(MATERIAL SHOWN Opens)
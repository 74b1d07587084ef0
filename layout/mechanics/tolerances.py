"""How far off its place a projection may be cut, and what that is in time.

General tolerances go by a nominal size; here that is the radius of a track, the size from which a
projection's place is measured. Tables: ISO 9013:2017 thermal cutting, limit deviations for nominal
dimensions, tolerance classes 1 and 2; ISO 2768-1:1989 linear dimensions, classes f, m, c and v. Both as
shop and handbook copies print them; the standards themselves were not read.

A point at radius r passes 2πr in a turn of T, so an error e along the track is e·T/(2πr) in time;
an angle error is the same share of a turn on every track, (angle/360)·T. Derived here. 0.1 mm at
a 60 s turn is 24 ms at 40 mm and 5 ms at 190 mm; 0.05° is 8 ms.

Depth and flatness move no release: axle and tooth stand still, so the tooth is let go at one angle β_r
of the star wheel, and a face of any depth holds the tip at sin β = x/R (layout.mechanics.star_wheel). The
release lies at x = R·sin β_r, whatever the depth. What depth does move is where the tip is met and
where it is let go, so it takes from the margin by which the release lies between the two. A sheet out of
flat also leans a face over; how much depends on the length of its waves, which nobody states, so it
is not counted.
"""

import math
from bisect import bisect_left, bisect_right
from dataclasses import dataclass
from typing import Literal

from layout.documents.cutter import Cutter
from layout.documents.making import ToleranceClass
from layout.documents.movement import Movement, StarWheel
from layout.mechanics.star_wheel import contact_mm, depth_band_mm

PlacedBy = ToleranceClass | Literal["position_tolerance_mm"]

# ms; which of two sounds came first is heard from about 20 ms on (Hirsh, JASA 31, 1959, p. 759).
ORDER_HEARD_MS = 20.0

# ISO 9013: mm. Nominal sizes from one bound up to, but not including, the next; the sheet's thickness up to and
# including its own. Laser cutting is in its scope from 0.5 to 32 mm of thickness; the rows above 3.15 mm are left out,
# since no disc is that thick.
_ISO_9013_SIZES_MM = (3.0, 10.0, 35.0, 125.0, 315.0, 1000.0)
_ISO_9013_FROM_MM = 0.5
_ISO_9013_THICK_MM = (1.0, 3.15)
_ISO_9013_MM: dict[str, tuple[tuple[float, ...], ...]] = {
    "iso-9013-1": ((0.075, 0.1, 0.1, 0.2, 0.2, 0.3), (0.1, 0.15, 0.2, 0.25, 0.25, 0.35)),
    "iso-9013-2": ((0.5, 0.6, 0.6, 0.7, 0.7, 0.8), (0.6, 0.6, 0.7, 0.7, 0.8, 0.9)),
}

# ISO 2768-1: mm. Nominal sizes above one bound, up to and including the next; the first from 0.5 mm on. Class v
# has no value for the first.
_ISO_2768_SIZES_MM = (3.0, 6.0, 30.0, 120.0, 400.0, 1000.0)
_ISO_2768_FROM_MM = 0.5
_ISO_2768_MM: dict[str, tuple[float | None, ...]] = {
    "iso-2768-f": (0.05, 0.05, 0.1, 0.15, 0.2, 0.3),
    "iso-2768-m": (0.1, 0.1, 0.2, 0.3, 0.5, 0.8),
    "iso-2768-c": (0.2, 0.3, 0.5, 0.8, 1.2, 2.0),
    "iso-2768-v": (None, 0.5, 1.0, 1.5, 2.5, 4.0),
}


@dataclass(frozen=True, slots=True, kw_only=True)
class LimitDeviation:
    """What a tolerance class allows a size to be off.

    Attributes:
        deviation_mm: Either way; None outside the scope of the class.
        outside: Why there is none, in words; None where there is one.
    """

    deviation_mm: float | None
    outside: str | None = None


def limit_deviation_mm(tolerance_class: ToleranceClass, nominal_mm: float, thickness_mm: float) -> LimitDeviation:
    """The limit deviation of a nominal size.

    Args:
        tolerance_class: The class.
        nominal_mm: The size.
        thickness_mm: Of the sheet; ISO 2768 does not ask for it.
    """
    if tolerance_class in _ISO_9013_MM:
        return _of_thermal_cut(_ISO_9013_MM[tolerance_class], nominal_mm, thickness_mm)
    bounds = _ISO_2768_SIZES_MM
    if not _ISO_2768_FROM_MM <= nominal_mm <= bounds[-1]:
        return _outside(f"ISO 2768-1 is held here for sizes from 0.5 to 1000 mm, not for {nominal_mm:g} mm")
    value_mm = _ISO_2768_MM[tolerance_class][bisect_left(bounds, nominal_mm)]
    if value_mm is None:
        return _outside(f"ISO 2768-1 gives class v no value for {nominal_mm:g} mm")
    return LimitDeviation(deviation_mm=value_mm)


def _of_thermal_cut(table: tuple[tuple[float, ...], ...], nominal_mm: float, thickness_mm: float) -> LimitDeviation:
    if thickness_mm < _ISO_9013_FROM_MM:
        return _outside(f"ISO 9013 covers laser cuts in sheet from 0.5 mm, not of {thickness_mm:g} mm")
    if thickness_mm > _ISO_9013_THICK_MM[-1]:
        return _outside(f"ISO 9013 is held here for sheet up to 3.15 mm, not of {thickness_mm:g} mm")
    if not 0 < nominal_mm < _ISO_9013_SIZES_MM[-1]:
        return _outside(f"ISO 9013 is held here for sizes below 1000 mm, not for {nominal_mm:g} mm")
    row = table[bisect_left(_ISO_9013_THICK_MM, thickness_mm)]
    return LimitDeviation(deviation_mm=row[bisect_right(_ISO_9013_SIZES_MM, nominal_mm)])


def _outside(why: str) -> LimitDeviation:
    return LimitDeviation(deviation_mm=None, outside=why)


@dataclass(frozen=True, slots=True, kw_only=True)
class PlaceError:
    """How far off a track's projections may be cut, and what each part of it is in time, either way.

    Attributes:
        position_mm: Along the track.
        placed_by: What states it: the cutter's tolerance class, or its position_tolerance_mm.
        class_outside: Why the cutter's class gives no value here; None where it does, or where none is stated.
        position_ms: e·T/(2πr) of it.
        angle_ms: T/360 of every degree of the cutter's angle tolerance; the same on every track.
        play_ms: The same as position_ms of half the play of the centre hole, by which the disc may lie
            off its centre: it comes and goes once a turn. None where the movement states no play.
        depth_ms: Of depth and flatness: 0.0 for a star wheel known by its sizes, None for measured
            arcs, which do not say.
        engagement_mm: How far the release stays from where the tip is met and let go, at the worst depth
            of the band: below zero where a tooth may be left hanging. None for measured arcs, and where
            the depth is impossible.
    """

    position_mm: float
    placed_by: PlacedBy
    class_outside: str | None
    position_ms: float
    angle_ms: float
    play_ms: float | None
    depth_ms: float | None
    engagement_mm: float | None

    @property
    def cut_ms(self) -> float:
        """Position and angle together: what may differ from one projection to the next."""
        return self.position_ms + self.angle_ms

    @property
    def together_ms(self) -> float:
        """All that is stated, added up: the worst case."""
        return self.cut_ms + (self.play_ms or 0.0)

    @property
    def root_square_ms(self) -> float:
        """The root of the sum of their squares: what is likely, where they do not depend on each other."""
        return math.hypot(self.position_ms, self.angle_ms, self.play_ms or 0.0)


def place_error(movement: Movement, cutter: Cutter, track_index: int) -> PlaceError:
    """How far off a track's projections may be, by what cutter and movement state.

    Args:
        movement: Its turn, its track's radius, its sheet and its centre hole's play.
        cutter: Its tolerance class, by the track's radius, where it states one that covers it; else its
            position_tolerance_mm; and its angle tolerance.
        track_index: Place in movement.tracks, from 0.
    """
    radius_mm, turn_ms = movement.tracks[track_index].radius_mm, movement.revolution_s * 1000
    ms_per_mm = turn_ms / (2 * math.pi * radius_mm)
    stated = cutter.tolerance_class
    placed_by: PlacedBy = "position_tolerance_mm"
    position_mm, outside = cutter.position_tolerance_mm, None
    if stated is not None:
        by_class = limit_deviation_mm(stated, radius_mm, movement.disc.thickness_mm)
        outside = by_class.outside
        if by_class.deviation_mm is not None:
            position_mm, placed_by = by_class.deviation_mm, stated
    play_mm = movement.disc.centre_hole_play_mm
    return PlaceError(
        position_mm=position_mm,
        placed_by=placed_by,
        class_outside=outside,
        position_ms=position_mm * ms_per_mm,
        angle_ms=cutter.angle_tolerance_deg / 360 * turn_ms,
        play_ms=None if play_mm is None else play_mm / 2 * ms_per_mm,
        depth_ms=None if _is_measured(movement, track_index) else 0.0,
        engagement_mm=_engagement_mm(movement, track_index),
    )


def _is_measured(movement: Movement, track_index: int) -> bool:
    measured_here = movement.tracks[track_index].release_arc_mm is not None
    return measured_here or not isinstance(movement.star_wheel, StarWheel)


def _engagement_mm(movement: Movement, track_index: int) -> float | None:
    wheel = movement.star_wheel
    if _is_measured(movement, track_index) or not isinstance(wheel, StarWheel):
        return None
    _, release_mm = movement.arcs_mm(track_index)
    try:
        # The deeper the face, the later it meets the next tip and the later it lets it go.
        (_, let_go_mm), (met_mm, _) = (contact_mm(wheel, depth_mm) for depth_mm in depth_band_mm(movement))
    except ValueError:
        return None
    return min(let_go_mm - release_mm, release_mm - met_mm)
(MATERIAL SHOWN Closes)
• _ASSIGNED TASK_: Output exactly the lines of the material above from the one containing "Depth and flatness move" up to and including the one containing "release lies at".

• _RESULT_:
Depth and flatness move no release: axle and tooth stand still, so the tooth is let go at one angle β_r
of the star wheel, and a face of any depth holds the tip at sin β = x/R (layout.mechanics.star_wheel). The
release lies at x = R·sin β_r, whatever the depth. What depth does move is where the tip is met and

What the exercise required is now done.